Start with load current first. Minimum wire size should be 1.25 X load current, which is 1.25 x 82.5 = 103.16 amps. Which requires # 2 wire as per NEC for THHW, 75 degree centigrade wires.

Then in some cases if run (distance) is very long you have to accommodate for voltage drop.


----------



## luckyboy886 (Jan 18, 2012)

sc57 said:


> Start with load current first. Minimum wire size should be 1.25 X load current, which is 1.25 x 82.5 = 103.16 amps. Which requires # 2 wire as per NEC for THHW, 75 degree centigrade wires.
> 
> Then in some cases if run (distance) is very long you have to accommodate for voltage drop.


SC57,

I agree with you #2 wire should be used based on 125% x load current. I also noticed that the #2 wire will give me less than 3% voltage drop.

However, this is not the purpose of my post.

I couldn't understand why the formula CM = 1.732 x K x I x D / VD doesn't lead me to the right size of wire. Even worse, this formula tells me to use #8 wire, which is less than the 82.5A load requirement.

Am I missing something by applying this formula?


----------



## sc57 (Jan 18, 2012)

Given formula is not appropriate to calculate wire size. It is good for calculating voltage drop.

Look at the last example in the article. Calculate wire size without exceeding voltage drop.

As per the calculation I (amps) comes to 172 amps for #1 wire, but as per NEC table #1 wire is good for 130 amps.
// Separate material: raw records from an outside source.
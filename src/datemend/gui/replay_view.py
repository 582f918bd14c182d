"""The replay check's text: the core's ReplayReport laid out as what matched, what is new and
what is missing. Presentation only; every value from a file is HTML-escaped (shown, never run).
"""

from __future__ import annotations

import html
from typing import Any

from .look import OKABE_ITO

__all__ = ["replay_check_html"]


def _e(v: object) -> str:
    return html.escape(str(v))


def _table(headers: list[str], rows: list[list[object]]) -> str:
    head = "".join(f"<th align='left'>{_e(h)}</th>" for h in headers)
    body = "".join("<tr>" + "".join(f"<td>{_e(c)}</td>" for c in r) + "</tr>" for r in rows)
    return f"<table cellspacing='0' cellpadding='3'><tr>{head}</tr>{body}</table>"


def _list(items: list[str]) -> str:
    return "<ul>" + "".join(f"<li>{i}</li>" for i in items) + "</ul>"


def replay_check_html(report: Any) -> str:
    """HTML for the replay check dialog; falls back to the core's generic rendering for a
    report that does not have the ReplayReport fields."""
    if not hasattr(report, "columns") or not hasattr(report, "missing"):
        from ..core.render import replay_html

        return replay_html(report)
    warn = OKABE_ITO["vermillion"]
    out: list[str] = []
    drift = getattr(report, "has_drift", None)
    drift = drift() if callable(drift) else drift
    if drift is False:
        out.append("<p>✓ <b>No drift</b>: every cell fits the fix log as it did before.</p>")
    elif drift:
        out.append(f"<p style='color:{warn}'>! <b>Drift found</b>: read this before using it.</p>")

    out.append("<h3>What matched</h3>")
    rows = [
        [c.column, c.matched, c.blank, c.manual, c.unmatched + c.ambiguous] for c in report.columns
    ]
    out.append(
        _table(["column", "✓ read as before", "○ blank", "✎ by hand", "✗ ? to check"], rows)
        if rows
        else "<p>No column of the fix log was found.</p>"
    )

    new: list[str] = []
    for c in report.columns:
        for g in c.groups:
            now = f"; would now read as {_e(g.suggestion)}" if g.suggestion else ""
            before = " (also unread last time)" if g.seen_before else ""
            ex = ", ".join(_e(x) for x in g.examples[:3])
            new.append(
                f"“{_e(c.column)}”: {g.count:,} cells like {ex} match no recorded way of "
                f"writing dates (first at row {g.rows[0] if g.rows else '?'}){now}{before}."
            )
        for token, n in c.new_tokens:
            new.append(f"“{_e(c.column)}”: new placeholder-like value “{_e(token)}” ({n:,} cells).")
        if c.out_of_range:
            lo_hi = " to ".join(_e(x) for x in c.source_range) if c.source_range else "?"
            ex = ", ".join(
                f"row {r} {_e(raw)} → {_e(v)}" for r, raw, v in c.out_of_range_examples[:3]
            )
            new.append(
                f"“{_e(c.column)}”: {c.out_of_range:,} dates far outside last time's range "
                f"({lo_hi}): {ex}."
            )
    for name in report.added:
        new.append(f"New column “{_e(name)}”.")
    for name in report.moved:
        new.append(f"Column “{_e(name)}” is in another place (found by its name).")
    if report.rows_new:
        new.append(f"{len(report.rows_new):,} rows with keys not seen last time.")
    out.append("<h3>What is new</h3>")
    out.append(_list(new) if new else "<p>Nothing new.</p>")

    missing: list[str] = []
    for m in report.missing:
        likely = f"; perhaps “{_e(m.likely)}”" if m.likely else ""
        missing.append(f"Column “{_e(m.name)}” is not in the file{likely}.")
    for k in report.lost_keys:
        missing.append(
            f"Step {k.step}: the hand-set “{_e(k.column)}” of key “{_e(k.key)}”: {_e(k.why)}."
        )
    if report.rows_gone:
        missing.append(f"{len(report.rows_gone):,} rows of last time's file are gone.")
    out.append("<h3>What is missing</h3>")
    out.append(_list(missing) if missing else "<p>Nothing is missing.</p>")

    if report.warnings:
        out.append("<h3>Notes</h3>")
        out.append(_list([_e(w) for w in report.warnings]))
    return "".join(out)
In example we are calculating wire size for given voltage drop instead of voltage drop for minimum wire size needed as per NEC.


----------



## luckyboy886 (Jan 18, 2012)

sc57 said:


> Given formula is not appropriate to calculate wire size. It is good for calculating voltage drop.
> 
> Look at the last example in the article. Calculate wire size without exceeding voltage drop.
> 
> ...



SC57,

You made a point here.

It seems that after sizing the wire (to satisfy the VD requirement) according to the formula CM = 1.732 x K x I x D / VD, we still need to check the allowable current for the selected wire.
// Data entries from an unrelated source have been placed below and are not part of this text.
def _languages(c: Census) -> tuple[str, ...]:
    """The fewest languages whose CLDR month names cover the month words of the column."""
    rows = np.zeros(len(c.texts), dtype=bool)
    for p in ("name-dmy", "name-mdy", "name-ymd", "asctime"):
        rows |= c.readings[p].ok
    if not rows.any():
        return ("en",)
    words = pc.split_pattern_regex(c.norm.filter(pa.array(rows)), r"[^\pL]+")
    w = c.weights[rows]
    where = month_languages()
    seen: list[set[str]] = []
    for ws in words.to_pylist():  # per distinct text with a month name (few)
        langs: set[str] = set()
        for word in ws:
            if word in where:
                langs |= set(where[word])
        seen.append(langs)
    chosen: list[str] = []
    left = np.array([bool(s) for s in seen])
    while left.any():
        cover = {g: np.array([g in s for s in seen]) for g in LANGUAGES}
        lang = max(LANGUAGES, key=lambda g: float(w[cover[g] & left].sum()))
        if not (cover[lang] & left).any():
            break
        chosen.append(lang)
        left &= ~cover[lang]
    return tuple(chosen) or ("en",)


def placeholders_of(c: Census) -> list[tuple[str, int]]:
    """Recurring tokens no pattern reads, suggested as blank (normalised text, cells)."""
    ok = np.zeros(len(c.texts), dtype=bool)
    for r in c.readings.values():
        ok |= r.ok | r.ambiguous
    norm = np.asarray(c.norm.to_numpy(zero_copy_only=False), dtype=object)
    known = np.isin(norm, list(PLACEHOLDERS))
    has_digit = pc.match_substring_regex(c.norm, r"\d").to_numpy(zero_copy_only=False)
    length = pc.utf8_length(c.norm).to_numpy(zero_copy_only=False)
    recurring = ~has_digit & (c.cells >= 2) & (length <= 24)
    mask = ~ok & (known | recurring)
    c.placeholder = mask
    # The token is the text trimmed and case-folded, as ParseSpec.blank_tokens compares.
    counts: dict[str, int] = {}
    for t, w in zip(c.texts[mask], c.weights[mask], strict=True):
        key = str(t).strip().casefold()
        if key:
            counts[key] = counts.get(key, 0) + _n(w)
    return sorted(counts.items(), key=lambda kv: (-kv[1], kv[0]))


def _n(x: float) -> int:
    return round(float(x))


def _live(c: Census) -> np.ndarray:
    return ~c.placeholder if c.placeholder is not None else np.ones(len(c.texts), bool)


def number_window(pid: str, ref_year: int) -> tuple[int, int]:
    # Plausible years for a number read as a date (common practice, no source). Serials start
    # later so small counts and IDs (1–7305) are not taken for 1900s dates; epochs from 1975
    # so eight-digit numbers (1970–1973 as seconds) are not taken for Unix time.
    if pid == "serial":
        return (1920, ref_year + 50)
    if pid.startswith("epoch"):
        return (1975, ref_year + 50)
    return (1900, ref_year + 50)


def choose_patterns(c: Census, ref_year: int) -> list[str]:
    """Patterns the column uses: text shapes that occur, then the number readings that make
    plausible dates, in the order they were chosen (that order is their priority). Number
    readings that tie (every value fits YYMMDD and DDMMYY alike) become ``c.rivals``."""
    live = _live(c)
    chosen = [p for p in TEXT_PATTERNS if (c.readings[p].matched & live & ~c.digit).any()]
    # Digit patterns with a text form too: "1985-102", "19850412T101530Z".
    chosen += [p for p in DIGIT_PATTERNS if (c.readings[p].matched & live & ~c.digit).any()]
    left = live & c.digit
    digits: list[str] = []
    total = _n(c.weights[left].sum())

    def plausible(p: str, rows: np.ndarray) -> np.ndarray:
        r = c.readings[p]
        lo, hi = number_window(p, ref_year)
        return r.ok & rows & (r.year >= lo) & (r.year <= hi)

    while left.any() and len(digits) < 3:
        options = [p for p in DIGIT_PATTERNS if p not in digits and p not in chosen]
        weights = {p: _n(c.weights[plausible(p, left)].sum()) for p in options}
        best = max(options, key=lambda p: weights[p], default=None)
        if best is None or weights[best] == 0 or (digits and weights[best] < 0.01 * total):
            break
        if not digits:
            mine = plausible(best, left)
            for q in options:
                if q == best or weights[q] == 0:
                    continue
                theirs = plausible(q, left)
                r, rq = c.readings[best], c.readings[q]
                differ = (mine & theirs & (r.value != rq.value)).any()
                if not differ:
                    continue
                if not (theirs & ~mine).any() and (mine & ~theirs).any():
                    # q reads a subset of what best reads: the values outside decide.
                    c.digit_alternatives.append({best: q})
                    c.notes_evidence.append(
                        f"numbers read as {label(best, date_system=c.facts.date_system)}: "
                        f"{_n(c.weights[mine & ~theirs].sum())} values fit only that reading"
                        f" and not {label(q, date_system=c.facts.date_system)}"
                    )
                else:
                    c.rivals.append(q)
            if c.rivals:
                c.rivals.insert(0, best)
                names = ", ".join(label(p, date_system=c.facts.date_system) for p in c.rivals)
                c.notes_warn.append(
                    f"the numbers fit several readings ({names}) and nothing in the column "
                    "decides; values they read differently stay ambiguous"
                )
        group = c.rivals if (not digits and c.rivals) else [best]
        if digits:
            # A later reading that makes sense of values an earlier one reads only
            # implausibly (121603: serial 2232-12-07, or MMDDYY 2003-12-16) competes with it
            # there: those values stay ambiguous rather than go to whichever comes first.
            mine = plausible(best, left)
            for d in digits:
                if (mine & c.readings[d].ok).any() and best not in c.rivals:
                    for g in (d, best):
                        if g not in c.rivals:
                            c.rivals.append(g)
                    n = _n(c.weights[mine & c.readings[d].ok].sum())
                    c.notes_warn.append(
                        f"{n} numbers fit both {label(d, date_system=c.facts.date_system)} and "
                        f"{label(best, date_system=c.facts.date_system)}; where the two give "
                        "different dates they stay ambiguous"
                    )
        digits.extend(group)
        for g in group:
            left &= ~plausible(g, left)
    if not digits and (c.digit & live).any():
        # Numbers but none plausible: keep the serial reading so each one gets a reason.
        digits.append("serial")
    return chosen + digits
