"""Start the desktop window: ``datemend`` and ``datemend open [FILE]`` call ``run_app``."""

from __future__ import annotations

import sys
from types import TracebackType

from PySide6.QtGui import QIcon
from PySide6.QtWidgets import QApplication

from .errors import sentence_for
from .window import ICON, MainWindow

__all__ = ["make_app", "make_window", "run_app"]


def make_app(argv: list[str] | None = None) -> QApplication:
    """The QApplication (made once), named so settings and the log folder are ours."""
    app = QApplication.instance()
    if app is None:
        from .._memory import return_freed_memory

        return_freed_memory()  # a window may be open for hours: give freed memory back
        QApplication.setApplicationName("datemend")
        QApplication.setOrganizationName("datemend")
        app = QApplication(argv if argv is not None else sys.argv[:1])
        app.setWindowIcon(QIcon(str(ICON)))
    assert isinstance(app, QApplication)
    return app


def make_window(file: str | None = None) -> MainWindow:
    """The shown window, opening ``file`` if given; unexpected errors in slots become one
    sentence on screen with the traceback in the log file."""
    make_app()
    window = MainWindow()

    def hook(kind: type[BaseException], err: BaseException, tb: TracebackType | None) -> None:
        window.show_error(sentence_for(err.with_traceback(tb), "working"))

    sys.excepthook = hook
    window.show()
    if file:
        window.open_file(file)
    return window


def run_app(file: str | None = None) -> int:
    """Open the window (on ``file`` if given) and run until it is closed; the exit code."""
    app = make_app()
    window = make_window(file)
    code = int(app.exec())
    window.close()  # stops and waits for any work still running
    return code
In this example, we could use #8 wire (according to the given formula) without exceeding the 3% voltage drop IF there is no current limitation on the wire. But obviously, it will lead to a violation of the NEC code. (82.5A curent on #8 wire vs. 50A allowable current per NEC code)
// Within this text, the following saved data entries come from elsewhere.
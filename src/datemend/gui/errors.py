"""Errors: one sentence on screen, the traceback in a log file.

A DatemendError's ``str`` is already the sentence for the user. Anything else is our fault: the
user is told where the details were written, and the traceback goes only to that file.
"""

from __future__ import annotations

import datetime as _dt
import os
import tempfile
import traceback
from pathlib import Path

from PySide6.QtCore import QStandardPaths

from ..core.table import DatemendError

__all__ = ["log_path", "sentence_for", "write_log"]


def log_path() -> Path:
    """Where tracebacks go: the app's local data folder, or the temp folder when there is none."""
    override = os.environ.get("DATEMEND_LOG_DIR")
    base = override or QStandardPaths.writableLocation(
        QStandardPaths.StandardLocation.AppLocalDataLocation
    )
    folder = Path(base) if base else Path(tempfile.gettempdir()) / "datemend"
    try:
        folder.mkdir(parents=True, exist_ok=True)
    except OSError:
        folder = Path(tempfile.gettempdir())
    return folder / "datemend.log"


def write_log(err: BaseException, what: str = "") -> Path:
    """Append the error and its traceback to the log file; return the file's path."""
    path = log_path()
    stamp = _dt.datetime.now(_dt.UTC).isoformat(timespec="seconds")
    text = "".join(traceback.format_exception(type(err), err, err.__traceback__))
    try:
        with path.open("a", encoding="utf-8") as fh:
            fh.write(f"--- {stamp} {what}\n{text}\n")
    except OSError:
        pass
    return path


def sentence_for(err: BaseException, what: str = "") -> str:
    """The one sentence to show for ``err`` (and log the details when it is not the user's)."""
    if isinstance(err, DatemendError):
        write_log(err, what)
        return str(err)
    path = write_log(err, what)
    if isinstance(err, OSError) and err.strerror:
        # The disk or the folder said no (missing folder, no permission, disk full): the user
        # can act on that, so say it plainly.
        if what:  # ``what`` names the user's file (err.filename may be a temporary one)
            return f"{what[0].upper()}{what[1:]} failed: {err.strerror}."
        name = Path(str(err.filename)).name if err.filename else "the file"
        return f"Working on {name} failed: {err.strerror}."
    doing = f" while {what}" if what else ""
    return (
        f"Something went wrong inside datemend{doing}; nothing was changed, "
        f"and the details were written to {path}."
    )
A similar example will be the third example in the article (with Figure 3).

The calculation CM is 10,892 circular mils, and therefore 8 AWG wire is chosen.

Then we should verify that the 8 AWG is capable to handle the load (18A), which is obviously true. 18A x 125% = 22.5A, which is less than the 50A allowable current for 8 AWG wire.

Is my statement correct?


----------



## sc57 (Jan 19, 2012)

luckyboy886,

In actual practice, what happens is first you calculate wire size from load current x 1.25. Then check for voltage drop, make sure it is below 3%. You don't use CM. For conduit fill calculation you need CM, but instead you can use NEC tables to find out how many wires (of the same size) can be run into the conduit without exceeding 40% of cross section area. If it is different size you need to add CM's of different wires and do the conduit fill calc. (NEC table 1 chapter 9)

Most of the time you leave some room for expansion. You don't want to get close to 3%. When runs are smaller &lt;200' usually you don't have voltage drop issue. When they get longer &gt;300', you will encounter these problems.

For your exam use NEC tables and don't leave room for spare or expansion, they want you to follow codes.


----------